P. ¿Qué efectos puede tener en la siniestralidad laboral y la productividad?

R. España está en una zona horaria que no le corresponde. Vamos con un cierto retraso con respecto al centro europeo. Esto tiene implicaciones sobre nuestro rendimiento y nuestro trabajo. Por ejemplo, una fábrica en A Coruña y otra en Milán pueden empezar a trabajar a las ocho, pero en la localidad gallega habrá amanecido casi una hora más tarde. La luminosidad es muy importante porque tiene efectos sobre el reloj cerebral y va a dar instrucciones a diversos sistemas metabólicos del organismo para que se activen. Al final la persona que está en Milán iniciará su jornada en una situación metabólica y de funcionamiento cerebral más avanzada.

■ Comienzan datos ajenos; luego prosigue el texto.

"""Snakemake's SLURM executor on the local SLURM, without bodysweep's pipeline: the requests computed
by :func:`bodysweep.workflow.cluster.resources_for_case` reach sbatch, and a retry asks for more."""
from __future__ import annotations

import subprocess
import sys
import textwrap
from pathlib import Path

import pytest

from bodysweep.workflow.cluster import resources_for_case

from slurm_records import tres2dict, tres_mem2mib  # tests/cluster/ (pytest puts this folder on sys.path)

pytestmark = [pytest.mark.slurm, pytest.mark.timeout(600)]

COSTS = {
    "small": {"cells": 10_000, "memory_bytes": 100 * 2**20, "cpu_seconds": 30.0},
    "large": {"cells": 300_000, "memory_bytes": 2**30, "cpu_seconds": 600.0},
}

SNAKEFILE = textwrap.dedent('''
    from bodysweep.workflow.cluster import resources_for_case
    COSTS = {costs!r}
    localrules: all
    rule all:
        input: expand("out/{{c}}.txt", c=COSTS)
    rule solve:
        output: "out/{{c}}.txt"
        threads: lambda wc: resources_for_case(COSTS[wc.c])["threads"]
        resources:
            mem_mb=lambda wc, attempt: resources_for_case(COSTS[wc.c], attempt=attempt)["mem_mb"],
            runtime=lambda wc, attempt: resources_for_case(COSTS[wc.c], attempt=attempt)["runtime"],
        shell:
            # the large case fails on its first attempt (a marker file outside the outputs), then succeeds
            'if [ {{wildcards.c}} = large ] && [ ! -e out/large.tried ]; then touch out/large.tried; exit 1; fi; '
            'echo "$SLURM_JOB_ID" > {{output}}'
''')


def test_requests_reach_sbatch_and_grow_on_retry(slurm_cluster, slurm_env, tmp_path):
    (tmp_path / "Snakefile").write_text(SNAKEFILE.format(costs=COSTS))
    (tmp_path / "out").mkdir()
    snakemake = str(Path(sys.executable).with_name("snakemake"))
    proc = subprocess.run(
        [snakemake, "--executor", "slurm", "--jobs", "4", "--retries", "1",
         "--slurm-no-account", "--slurm-status-command", "squeue",
         "--slurm-init-seconds-before-status-checks", "1"],
        cwd=tmp_path, env=slurm_env, capture_output=True, text=True, timeout=540,
    )
    assert proc.returncode == 0, proc.stderr[-4000:]
    jobs = slurm_cluster.completed_jobs()
    for name, cost in COSTS.items():
        job_id = (tmp_path / "out" / f"{name}.txt").read_text().strip()
        rec = jobs[job_id]          # the job ran under SLURM (its id is in SLURM's completion log)
        assert rec["JobState"] == "COMPLETED"
        attempt = 2 if name == "large" else 1
        want = resources_for_case(cost, attempt=attempt)
        # SLURM jobcomp/filetxt: TimeLimit in minutes, Tres cpu=<n>,mem=<n>M (slurm.conf man page, JobCompType)
        assert rec["TimeLimit"] == str(want["runtime"])
        tres = tres2dict(rec["Tres"])
        assert tres_mem2mib(tres["mem"]) == want["mem_mb"]
        assert tres["cpu"] == str(want["threads"])
    # the failed first attempt of the large case asked for less than the retry
    failed = [r for r in jobs.values() if r["JobState"] == "FAILED" and r["WorkDir"] == str(tmp_path)]
    assert len(failed) == 1
    first = resources_for_case(COSTS["large"], attempt=1)
    assert tres_mem2mib(tres2dict(failed[0]["Tres"])["mem"]) == first["mem_mb"]
    assert first["mem_mb"] < resources_for_case(COSTS["large"], attempt=2)["mem_mb"]
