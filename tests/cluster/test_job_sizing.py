"""Scheduler requests from a cost estimate (no scheduler needed)."""
from __future__ import annotations

import math

import pytest

from bodysweep.workflow.cluster import MIB, JobSizing, cells2threads, cost2resources, resources_for_case
from bodysweep.workflow.meshing.cost import CostEstimate


def test_mib_is_1024_based():
    # SLURM sbatch man page: --mem units M = megabytes with 1024-based multiples
    assert MIB == 1024 * 1024


def test_request_by_hand():
    cost = CostEstimate(cells=50_000, memory_bytes=200 * MIB, cpu_seconds=300.0)
    sizing = JobSizing(memory_factor=1.5, memory_base_mb=512, runtime_factor=2.0, runtime_base_s=60.0,
                       parallel_efficiency=0.5, retry_growth=2.0, min_runtime_min=1)
    r = cost2resources(cost, threads=3, attempt=1, sizing=sizing)
    # analytic: 200 MiB * 1.5 + 512 = 812 MiB; speed-up 1 + 2 * 0.5 = 2 -> 150 s * 2 + 60 s = 360 s = 6 min
    assert r == {"mem_mb": 812, "runtime": 6, "threads": 3}
    r2 = cost2resources(cost, threads=3, attempt=2, sizing=sizing)
    # analytic: second attempt doubles both: 1624 MiB, 12 min
    assert r2 == {"mem_mb": 1624, "runtime": 12, "threads": 3}


def test_runtime_rounds_up_to_whole_minutes_and_has_a_floor():
    cost = CostEstimate(cells=1000, memory_bytes=1.0, cpu_seconds=61.0)
    s = JobSizing(runtime_factor=1.0, runtime_base_s=0.0, min_runtime_min=1)
    # analytic: 61 s is more than one minute -> 2 min (SLURM time limits are whole minutes, sbatch man page)
    assert cost2resources(cost, 1, 1, s)["runtime"] == 2
    tiny = CostEstimate(cells=1000, memory_bytes=1.0, cpu_seconds=1.0)
    assert cost2resources(tiny, 1, 1, JobSizing(min_runtime_min=5))["runtime"] == 5


def test_more_memory_never_less_request():
    # analytic: the request is monotonic in the estimate
    s = JobSizing()
    reqs = [cost2resources(CostEstimate(10, m * MIB, 10.0), 1, 1, s)["mem_mb"] for m in (1, 10, 100, 1000)]
    assert reqs == sorted(reqs) and len(set(reqs)) == 4
    assert reqs[-1] >= math.ceil(1000 * s.memory_factor)


def test_threads_grow_with_cells_and_respect_caps():
    assert [cells2threads(c) for c in (10_000, 500_000, 2_000_000, 50_000_000)] == [1, 2, 4, 8]
    assert cells2threads(50_000_000, max_threads=3) == 3
    assert cells2threads(10_000, requested=6, max_threads=4) == 4
    assert cells2threads(10_000, requested=2) == 2


def test_resources_from_mapping():
    r = resources_for_case({"cells": 1_000_000, "memory_bytes": 1e9, "cpu_seconds": 3600.0})
    assert r["threads"] == 4
    # analytic with the defaults: 1e9 B / 2**20 * 1.5 + 512 = 1942.5 -> 1943 MiB
    assert r["mem_mb"] == 1943
    # analytic: 3600 s / (1 + 3 * 0.7) * 2 + 60 s = 2382.6 s -> 40 min
    assert r["runtime"] == 40


@pytest.mark.parametrize("bad, word", [
    (dict(cells=0, memory_bytes=1.0, cpu_seconds=1.0), "cells"),
    (dict(cells=10, memory_bytes=-1.0, cpu_seconds=1.0), "memory_bytes"),
    (dict(cells=10, memory_bytes=1.0, cpu_seconds=float("nan")), "cpu_seconds"),
    (dict(cells=10, memory_bytes=1.0, cpu_seconds=1.0, n_excitations=0), "n_excitations"),
    (dict(cells=10, memory_bytes=1.0, cpu_seconds=1.0, disk_bytes=-1.0), "disk_bytes"),
])
def test_bad_cost_names_the_field(bad, word):
    with pytest.raises(ValueError, match=word):
        CostEstimate(**bad)


def test_estimate_missing_keys_named():
    with pytest.raises(ValueError, match="cpu_seconds"):
        CostEstimate.from_dict({"cells": 10, "memory_bytes": 5})


def test_one_job_runs_one_excitation():
    # analytic: a two-port case of 600 CPU s runs as two jobs of 300 s each; with the sizing of
    # test_request_by_hand that is 6 min per job, as for a one-port case of 300 s
    sizing = JobSizing(memory_factor=1.5, memory_base_mb=512, runtime_factor=2.0, runtime_base_s=60.0,
                       parallel_efficiency=0.5, retry_growth=2.0, min_runtime_min=1)
    two = CostEstimate(cells=50_000, memory_bytes=200 * MIB, cpu_seconds=600.0, n_excitations=2)
    assert cost2resources(two, threads=3, attempt=1, sizing=sizing) == {"mem_mb": 812, "runtime": 6, "threads": 3}


@pytest.mark.parametrize("field, value", [("memory_factor", 0.5), ("max_threads", 0), ("retry_growth", 9.0),
                                          ("min_runtime_min", 0), ("parallel_efficiency", 2.0)])
def test_bad_sizing_names_the_field(field, value):
    with pytest.raises(ValueError, match=field):
        JobSizing(**{field: value})


def test_bad_attempt_and_threads():
    c = CostEstimate(10, 1.0, 1.0)
    with pytest.raises(ValueError, match="attempt"):
        cost2resources(c, 1, 0)
    with pytest.raises(ValueError, match="threads"):
        cost2resources(c, 0, 1)


def test_case_folder_without_case_json(tmp_path):
    with pytest.raises(FileNotFoundError, match="case.json"):
        resources_for_case(tmp_path)
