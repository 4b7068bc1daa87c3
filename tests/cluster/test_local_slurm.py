"""The single-node SLURM itself: a batch job runs under a job id and gets what it asked for."""
from __future__ import annotations

import subprocess
import time

import pytest

pytestmark = [pytest.mark.slurm, pytest.mark.timeout(300)]


def _wait_done(job_id: str, env: dict, timeout_s: float = 60.0) -> None:
    t0 = time.monotonic()
    while time.monotonic() - t0 < timeout_s:
        q = subprocess.run(["squeue", "-h", "-j", job_id, "-o", "%T"], capture_output=True, text=True, env=env)
        if q.stdout.strip() in ("", "COMPLETED", "FAILED", "CANCELLED", "TIMEOUT"):
            return
        time.sleep(0.5)
    raise AssertionError(f"SLURM job {job_id} still not done after {timeout_s} s")


def test_node_is_idle(slurm_cluster, slurm_env):
    # sinfo's %t state is "idle" for a node with no jobs (SLURM sinfo man page)
    out = subprocess.run(["sinfo", "-h", "-o", "%t"], capture_output=True, text=True, env=slurm_env, check=True)
    assert set(out.stdout.split()) == {"idle"}  # one line per partition of the node


def test_wrap_job_runs_with_requested_memory_and_time(slurm_cluster, slurm_env, tmp_path):
    log = tmp_path / "wrap.out"
    sub = subprocess.run(
        ["sbatch", "--parsable", "--mem", "123", "-t", "3", "-c", "1", "-o", str(log),
         "--wrap", "echo job=$SLURM_JOB_ID mem=$SLURM_MEM_PER_NODE"],
        capture_output=True, text=True, env=slurm_env, cwd=tmp_path, check=True,
    )
    job_id = sub.stdout.strip().split(";")[0]
    assert job_id.isdigit()
    _wait_done(job_id, slurm_env)
    # the batch script sees its own id and the memory it asked for (sbatch man page: SLURM_MEM_PER_NODE, MB)
    t0 = time.monotonic()
    while not log.exists() and time.monotonic() - t0 < 10:
        time.sleep(0.2)
    assert log.read_text().split() == [f"job={job_id}", "mem=123"]
    rec = slurm_cluster.completed_jobs()[job_id]
    assert rec["JobState"] == "COMPLETED"
    assert rec["TimeLimit"] == "3"          # minutes, as given with -t (sbatch man page)
    assert "mem=123M" in rec["Tres"]
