"""The cluster profile shipped in workflow/profiles/slurm and the site options of `bodysweep run`."""
from __future__ import annotations

import argparse
from pathlib import Path

import pytest
import yaml

from bodysweep.workflow.cluster import profile2default_resources, site_resource_args
from bodysweep.workflow.pipeline import PROFILES_DIR, resolve_profile

PROFILE = PROFILES_DIR / "slurm"


def test_profile_resolves_by_name():
    assert resolve_profile("slurm") == PROFILE
    assert (PROFILE / "config.yaml").is_file()


def test_every_profile_entry_has_a_comment():
    # the issue asks for every entry commented: each top-level key follows a comment line
    lines = (PROFILE / "config.yaml").read_text().splitlines()
    keys = [i for i, ln in enumerate(lines) if ln and not ln[0].isspace() and not ln.startswith("#")]
    assert keys
    for i in keys:
        assert lines[i - 1].lstrip().startswith("#"), f"profile entry without comment: {lines[i]!r}"


def test_profile_options_are_snakemake_options():
    # every key must be an option of Snakemake's own argument parser (with the SLURM plugin's options)
    from snakemake.cli import get_argument_parser

    parser = get_argument_parser()
    dests = {a.dest for a in parser._actions}
    conf = yaml.safe_load((PROFILE / "config.yaml").read_text())
    for key in conf:
        assert key.replace("-", "_") in dests, f"{key} is not a snakemake option"
    assert conf["executor"] == "slurm"


def test_default_resources_read_from_profile():
    assert profile2default_resources(PROFILE) == ["mem_mb=2000", "runtime=30"]
    assert profile2default_resources(None) == []


def test_site_args_keep_profile_defaults_and_add_partition():
    args = site_resource_args(PROFILE, partition="bulk", account="proj-1")
    assert args == ["--default-resources", "mem_mb=2000", "runtime=30", "slurm_partition='bulk'",
                    "slurm_account='proj-1'"]
    assert site_resource_args(PROFILE) == []


def test_site_args_reject_shell_characters():
    with pytest.raises(ValueError, match="partition"):
        site_resource_args(PROFILE, partition="a;rm -rf")


def test_run_command_has_site_options():
    from bodysweep.workflow.cli import build_parser

    a = build_parser().parse_args(["run", "x.yaml", "--profile", "slurm", "--partition", "bulk", "--account", "p"])
    assert (a.profile, a.partition, a.account) == ("slurm", "bulk", "p")
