"""Parts drawn elsewhere: closed triangle meshes read from STL files (antennas, capsules, casings, concentrators).

A :class:`CadPart` is an element like a dipole or a loop: it is built around its own origin (the file's
origin, scaled by ``unit``, rotated, then moved by ``offset_m``) and the external or implant placement
puts it in the scene. Its feed gap runs from ``feed_start_m`` to ``feed_stop_m``, two points given in
the part's own coordinates (metres, before rotation and offset) that move with it.

The file's sha256 is part of the spec, so of the case identity; the vertices are not. Building from a
spec with a hash re-reads the file and refuses it if its content changed.

Checks on the mesh (each refusal is one line naming the file and the defect): readable STL, at least
four triangles, no triangle of zero area, closed (every edge shared by exactly two triangles), and a
size between :data:`MIN_PART_M` and :data:`MAX_PART_M` (a part 1000 times too big or too small is a
wrong ``unit``).

Besides the fed :class:`CadPart`, three passive parts use the same reading, checks and placement:
:class:`CadShell` (an implant's capsule or an external antenna's casing, a dielectric that must enclose
the antenna's conductors) and :class:`CadConcentrator` (a metal or dielectric part in tissue, placed by
anchor like the other concentrators). Their mesh hints are lines on the planes of their faces that are
perpendicular to an axis and lie inside the bounding box (inner walls, steps), where a wall thinner than
the bounding box would otherwise fall between lines; the bounding faces themselves get lines from the
mesher as for any primitive.
"""
from __future__ import annotations

import functools
import hashlib
import io
import math
import struct
from dataclasses import dataclass
from pathlib import Path

import numpy as np

from .model import ElementBuild, MeshHint
from .meshgeom import encloses, inner_plane_hints, outline_points, shells
from .primitives import AXES, PRIORITY_CONDUCTOR, PRIORITY_ENCAPSULATION, Polyhedron, axis_index
from .specs import choice, number, vector
from .tissues import Dielectric

#: length of one file unit in metres
UNITS = {"m": 1.0, "mm": 1e-3, "um": 1e-6}
#: largest and smallest overall size (metres) of a part: implant and body-worn antennas fit well inside
MAX_PART_M = 1.0
MIN_PART_M = 1e-5


def _mm(v) -> str:
    return "(" + ", ".join(f"{c * 1e3:.4g}" for c in v) + ") mm"
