"""A tiny real study through `bodysweep run --profile slurm` on the local SLURM, against a local run.

Three coarse cases: two that finish and one that is made to fail (its timestep cap of 1000 is far
too small for the field energy to decay, so the solver reports "decay not reached" as a failure).
Checked: every solve job ran as a SLURM job in the partition asked for with the memory/time the
cost estimate gives; the failing case is reported failed while the others finish; the merged tables
equal those of a local run of the same study.
"""
from __future__ import annotations

import json
import subprocess
import sys
import time
from pathlib import Path

import pytest
import yaml

pytestmark = [pytest.mark.slurm, pytest.mark.timeout(1500)]

# the cost estimate the solve rule sizes its jobs with (the mesh developer's module)
pytest.importorskip("bodysweep.workflow.meshing.cost", reason="the case cost estimate (workflow/meshing/cost.py) is not in the tree yet")

from bodysweep.workflow.cluster import resources_for_case  # noqa: E402
from bodysweep.workflow.pipeline import PROFILES_DIR  # noqa: E402
from slurm_records import tres2dict, tres_mem2mib  # noqa: E402  tests/cluster/

# Our own invented test scene: a two-layer slab, a strip dipole above it and a short implant dipole.
STUDY = {
    "study": "slurm-check",
    "frequencies_MHz": [2450],
    "scene": {
        "phantom": {"type": "layered_slab", "size_x_mm": 40, "size_y_mm": 30,
                    "layers": [{"tissue": "skin_dry", "thickness_mm": 2}, {"tissue": "muscle", "thickness_mm": 12}]},
        "external": {"type": "dipole", "length_mm": 40, "feed_gap_mm": 2, "strip_width_mm": 2, "axis": "x",
                     "position_mm": [0, 0], "standoff_mm": 4, "conductor": "pec"},
        "implant": {"type": "dipole", "length_mm": 12, "feed_gap_mm": 2, "wire_radius_mm": 0, "axis": "x",
                    "position_mm": [0, 0], "depth_mm": 6, "conductor": "pec"},
        "concentrators": [], "materials": [], "min_clearance_mm": 0.5,
    },
    # coarse: about 43 000 cells, a few seconds per case
    "solver": {"preset": "draft", "air_margin_wavelengths": 0.1, "port_cells": 1},
    "excite": [1],
    "sweep": {
        "parameters": {"depth": "scene.implant.depth_mm", "steps": "solver.max_timesteps"},
        "blocks": [{"list": [{"depth": 5, "steps": 50000}, {"depth": 7, "steps": 50000},
                             {"depth": 5, "steps": 1000}]}],
    },
}
FAILING_LABEL_PART = "steps=1000"
PARTITION = "bulk"  # the non-default partition of the local SLURM (start_slurm.sh)

# columns that legitimately differ between two runs of the same case
# timesteps: the energy-decay end criterion is checked at intervals, so two runs of one case can stop
# a check apart (seen: 8092 vs 7980 and 8190 vs 8585 steps; the engine checks it on a wall-clock interval); results then agree to the tolerance used below.
RUN_DEPENDENT = {"runtime_s", "reason", "timesteps", "warnings"}  # warnings quote run-dependent figures (energy balance)


def _test_profile(tmp: Path) -> Path:
    """The repository's SLURM profile with the settings a SLURM without accounting needs."""
    conf = yaml.safe_load((PROFILES_DIR / "slurm" / "config.yaml").read_text())
    conf.update({
        "slurm-status-command": "squeue",   # no slurmdbd here, so no sacct
        "slurm-no-account": True,           # no accounts either
        "slurm-init-seconds-before-status-checks": 1,
        "seconds-between-status-checks": 2,
        "latency-wait": 5,                  # one machine, no shared-file-system delay
        "retries": 0,                       # the failing case fails for a reason a retry does not fix
    })
    d = tmp / "profile"
    d.mkdir()
    (d / "config.yaml").write_text(yaml.safe_dump(conf, sort_keys=False))
    return d


def _bodysweep(args: list[str], cwd: Path, env: dict) -> subprocess.CompletedProcess:
    exe = str(Path(sys.executable).with_name("bodysweep"))
    return subprocess.run([exe, *args], cwd=cwd, env=env, capture_output=True, text=True, timeout=1400)


def _tables(root: Path) -> dict:
    import pandas as pd

    return {n: pd.read_parquet(root / "tables" / f"{n}.parquet") for n in ("summary", "sparams", "sar")}


def test_study_on_slurm_matches_local_run(slurm_cluster, slurm_env, tmp_path):
    import pandas as pd

    study = tmp_path / "study.yaml"
    study.write_text(yaml.safe_dump(STUDY, sort_keys=False))
    profile = _test_profile(tmp_path)

    t0 = time.monotonic()
    run = _bodysweep(["run", str(study), "--profile", str(profile), "--partition", PARTITION,
                      "--results-dir", "on_slurm", "--accept-cost"], tmp_path, slurm_env)
    wall_slurm = time.monotonic() - t0
    out = run.stdout + run.stderr
    # one case fails by design: exit code 3 = "some cases failed" (bodysweep.workflow.cli.EXIT_FAILED)
    assert run.returncode == 3, out[-4000:]
    assert "done: 2 of 3 cases have results" in out, out[-4000:]

    root = tmp_path / "on_slurm" / STUDY["study"]
    plan = json.loads((root / "plan.json").read_text())["cases"]
    jobs = slurm_cluster.completed_jobs()
    measured = []
    for entry in plan:
        case_dir = root / "cases" / entry["case_id"]
        status = json.loads((case_dir / "solve" / "excite_1" / "status.json").read_text())
        metrics = json.loads((case_dir / "metrics.json").read_text())
        failing = FAILING_LABEL_PART in entry["label"]
        # the solver ran inside a SLURM job (it records SLURM_JOB_ID) that SLURM completed in our partition
        job_id = status.get("slurm_job_id")
        assert job_id, f"{entry['label']}: status.json has no slurm_job_id: {status}"
        rec = jobs[job_id]
        assert rec["Partition"] == PARTITION
        assert rec["JobState"] == "COMPLETED"   # a failed case is a recorded result, not a crashed job
        want = resources_for_case(case_dir, attempt=1)
        tres = tres2dict(rec["Tres"])
        assert tres_mem2mib(tres["mem"]) == want["mem_mb"]
        assert rec["TimeLimit"] == str(want["runtime"])
        assert tres["cpu"] == str(want["threads"])
        if failing:
            assert status["status"] == "failed" and metrics["status"] == "failed"
            assert f"failed {entry['case_id']}" in out
        else:
            assert status["status"] == "ok", status
            assert metrics["status"] in ("ok", "warning"), metrics
        measured.append((entry["label"], want, status.get("runtime_s"), rec["StartTime"], rec["EndTime"]))
    for label, want, runtime_s, start, end in measured:
        print(f"[slurm] {label}: requested {want['mem_mb']} MiB, {want['runtime']} min, {want['threads']} threads;"
              f" solver ran {runtime_s} s (job {start} .. {end})")
    print(f"[slurm] wall time of the SLURM run: {wall_slurm:.1f} s")

    local = _bodysweep(["run", str(study), "--results-dir", "run_here", "--accept-cost"], tmp_path, slurm_env)
    assert local.returncode == 3, (local.stdout + local.stderr)[-4000:]
    a, b = _tables(root), _tables(tmp_path / "run_here" / STUDY["study"])
    for name in a:
        x, y = a[name], b[name]
        assert list(x.columns) == list(y.columns), name
        keys = [c for c in ("case_id", "frequency_MHz", "i", "j", "mass_g") if c in x.columns]
        x = x.sort_values(keys).reset_index(drop=True)
        y = y.sort_values(keys).reset_index(drop=True)
        cols = [c for c in x.columns if c not in RUN_DEPENDENT]
        if name == "sar":
            # the peak's location may jump between near-tied cube averages (seen: z -2.5 vs -10.9 mm with
            # equal peak values to 1e-3); the peak value itself is compared
            cols = [c for c in cols if not (c.startswith("cube_") or c.startswith("voxel_"))]
        # the same FDTD case on the same machine. Observed here: differences up to 2e-4 relative between
        # the SLURM and the local run (the engine's energy-decay end criterion is checked at intervals and the
        # runs may stop a check apart); 1e-3 still catches any real divergence of inputs or post-processing.
        # S-parameter real/imaginary parts cross zero over the band: there the check is absolute, 1e-4 in
        # |S| (observed 4e-6), far below any change of inputs.
        atol = 1e-4 if name == "sparams" else 1e-12
        pd.testing.assert_frame_equal(x[cols], y[cols], check_exact=False, rtol=1e-3, atol=atol, check_dtype=False)
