"""SIGINT to `bodysweep run --profile slurm` while its jobs are queued or running: every SLURM job the run
submitted is cancelled (squeue no longer lists any of them), the run exits with code 6 and says how many
cluster jobs it found; the rerun finishes the study.

Outside references: SLURM's `squeue -j` (lists pending and running jobs only) and the SLURM executor
plugin's log line "has been submitted with SLURM jobid N".
"""
from __future__ import annotations

import os
import re
import signal
import subprocess
import sys
import time
from pathlib import Path

import pytest
import yaml

from test_study_on_slurm import PARTITION, STUDY, _bodysweep, _test_profile  # noqa: E402  tests/cluster/

pytestmark = [pytest.mark.slurm, pytest.mark.timeout(1500)]


def test_sigint_cancels_the_submitted_jobs(slurm_cluster, slurm_env, tmp_path):
    d = {**STUDY, "study": "slurm-stop"}
    d["sweep"] = {"parameters": {"depth": "scene.implant.depth_mm"}, "blocks": [{"grid": {"depth": [5, 6, 7]}}]}
    study = tmp_path / "study.yaml"
    study.write_text(yaml.safe_dump(d, sort_keys=False))
    profile = _test_profile(tmp_path)
    exe = str(Path(sys.executable).with_name("bodysweep"))
    proc = subprocess.Popen([exe, "run", str(study), "--profile", str(profile), "--partition", PARTITION,
                             "--accept-cost"], cwd=tmp_path, env=slurm_env, stdout=subprocess.PIPE,
                            stderr=subprocess.PIPE, text=True, start_new_session=True)
    root = tmp_path / "results" / "slurm-stop"
    try:
        ids: list[str] = []
        t0 = time.monotonic()
        while time.monotonic() - t0 < 600 and proc.poll() is None:
            logs = sorted((root / "logs").glob("snakemake_*.log")) if (root / "logs").is_dir() else []
            text = logs[-1].read_text(errors="replace") if logs else ""
            ids = re.findall(r"has been submitted with SLURM jobid (\d+)", text)
            if any(j.strip() for j in _squeue(ids)):
                break
            time.sleep(0.5)
        assert ids and proc.poll() is None, "no SLURM job was submitted"
        os.kill(proc.pid, signal.SIGINT)
        out, err = proc.communicate(timeout=300)
    finally:
        if proc.poll() is None:
            os.killpg(proc.pid, signal.SIGKILL)
    assert proc.returncode == 6, out + err
    assert "cluster jobs: " in out, out
    assert [ln for ln in _squeue(ids) if ln.strip()] == [], "SLURM jobs of the interrupted run are still queued"
    again = _bodysweep(["run", str(study), "--profile", str(profile), "--partition", PARTITION, "--accept-cost"],
                       tmp_path, slurm_env)
    assert again.returncode == 0, (again.stdout + again.stderr)[-4000:]


def _squeue(ids: list[str]) -> list[str]:
    if not ids:
        return []
    q = subprocess.run(["squeue", "-h", "-o", "%i %T", "-j", ",".join(ids)], capture_output=True, text=True)
    return q.stdout.splitlines()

P. ¿Afecta más a las mujeres la falta de sueño?

R. La mujer en edad fértil tiene unas necesidades de sueño algo mayores, entre 30-40 minutos mayores que el hombre. Esto se iguala a partir de la menopausia. Por eso el déficit es mayor incluso en la mujer.

“Si nos levantamos a las ocho, deberíamos estar en la cama como máximo a las 23.30”

P. ¿Duermen suficiente los niños?

R. En España la inmensa mayoría de la población está sometida a un déficit de sueño importante. La mayoría duerme menos de lo necesario. Parte del problema de España tiene una raíz un tanto sociológica, son hábitos que están cambiando. La mayor parte de la población empieza la jornada no mucho después de lo que se hace en el centro europeo. Pero el español se va a la cama bastante más tarde. La mayoría lo compensa el fin de semana. En esto tiene que ver mucho la televisión.

P. ¿A qué hora tendríamos que irnos a dormir?

R. Si en Madrid amanece ahora a las ocho de la mañana y la inmensa mayoría de la población necesita dormir ocho horas diarias, deberíamos estar en la cama, con la luz apagada, a las 23.30 como máximo. La costumbre de horarios de los adultos arrastra a los niños. Un niño de 10 años que se levanta a las siete, debería irse a dormir como mucho a las 21.30.

P. ¿Cómo afecta a los niños?

R. La falta de sueño tiene consecuencias directas sobre el rendimiento escolar y la capacidad de concentración. El niño raramente se queja de somnolencia y sabemos que va falto de sueño porque se le ve inquieto, tiene dificultad para mantener la atención, se mueve sin parar, salta de una cosa a otra...

P. ¿La siesta es recomendable?

R. No es estrictamente necesaria. Lo esencial es el número de horas que durmamos en las 24 horas.